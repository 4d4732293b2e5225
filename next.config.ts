import type { NextConfig } from "next";
import { STATIC_SECURITY_HEADERS } from "./lib/security-headers";

const nextConfig: NextConfig = {
  serverExternalPackages: ["pg", "pg-boss", "nodemailer", "smtp-server", "mailparser"],
  experimental: { authInterrupts: true },
  poweredByHeader: false,
  // The per-request content security policy and HSTS come from proxy.ts.
  headers: async () => [{ source: "/:path*", headers: [...STATIC_SECURITY_HEADERS] }],
  // The build checks the app's own code; `npm test` type-checks everything, tests included (tsc --noEmit).
  typescript: { tsconfigPath: "tsconfig.build.json" },
};

export default nextConfig;
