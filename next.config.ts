import type { NextConfig } from "next";

const nextConfig: NextConfig = {
  serverExternalPackages: ["pg", "pg-boss", "nodemailer", "smtp-server", "mailparser"],
  experimental: { authInterrupts: true },
  poweredByHeader: false,
};

export default nextConfig;
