import { z } from "zod";

/**
 * What a modeller chooses for a refit, as stored in the fit record. Everything needed to re-run it lives here or in
 * the record's base revision and reference set; nothing is read from the environment.
 */
export const FIT_LIMITS = { parameters: 60, iterations: 2000, restarts: 8, weights: 100, bandOffset: 500 } as const;

const finite = z.number().refine(Number.isFinite, "must be a finite number");
/** JSON has no ±Infinity: an open side of a bound is null. */
const bound = finite.nullable().default(null);

export const fitParameterSchema = z
  .object({ key: z.string().min(1).max(200), lower: bound, upper: bound })
  .refine((p) => p.lower === null || p.upper === null || p.lower <= p.upper, { message: "lower bound is above the upper bound", path: ["upper"] });

export const fitSpecSchema = z.object({
  referenceSetId: z.uuid("Choose a reference band set."),
  parameters: z
    .array(fitParameterSchema)
    .min(1, "Choose at least one parameter to fit.")
    .max(FIT_LIMITS.parameters, `At most ${FIT_LIMITS.parameters} free parameters.`)
    .refine((ps) => new Set(ps.map((p) => p.key)).size === ps.length, "A parameter is listed twice."),
  /** Model band n ↔ reference band n + bandOffset. */
  bandOffset: z.number().int().min(-FIT_LIMITS.bandOffset).max(FIT_LIMITS.bandOffset).default(0),
  /** On the aligned reference energies, eV; null = every energy. */
  window: z
    .tuple([finite, finite])
    .nullable()
    .default(null)
    .refine((w) => !w || w[0] < w[1], "The window's lower edge must be below its upper edge."),
  alignment: z.enum(["none", "vbm", "least-squares"]).default("none"),
  /** Weight per reference band index (0-based); bands not listed weigh 1. */
  bandWeights: z.array(z.object({ band: z.number().int().min(0), weight: finite.pipe(z.number().min(0, "weights must be ≥ 0")) })).max(FIT_LIMITS.weights).default([]),
  /** Weight for the reference points whose position along the path (1/Å) lies in [from, to]; overlapping regions multiply. */
  regionWeights: z
    .array(
      z
        .object({ from: finite, to: finite, weight: finite.pipe(z.number().min(0, "weights must be ≥ 0")) })
        .refine((r) => r.from <= r.to, { message: "a region must start before it ends", path: ["to"] }),
    )
    .max(FIT_LIMITS.weights)
    .default([]),
  maxIterations: z.number().int().min(1).max(FIT_LIMITS.iterations).default(200),
  /** Extra seeded starts; 0 = the revision's values only. */
  restarts: z.number().int().min(0).max(FIT_LIMITS.restarts).default(0),
  seed: z.number().int().min(0).max(2 ** 31 - 1).default(1),
});

export type FitSpecInput = z.input<typeof fitSpecSchema>;
export type FitSpec = z.output<typeof fitSpecSchema>;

§ **TASK TO CARRY OUT**
What lines of the material contain "nullable"? Show them.

§ **SOLUTION**
const bound = finite.nullable().default(null);
    .nullable()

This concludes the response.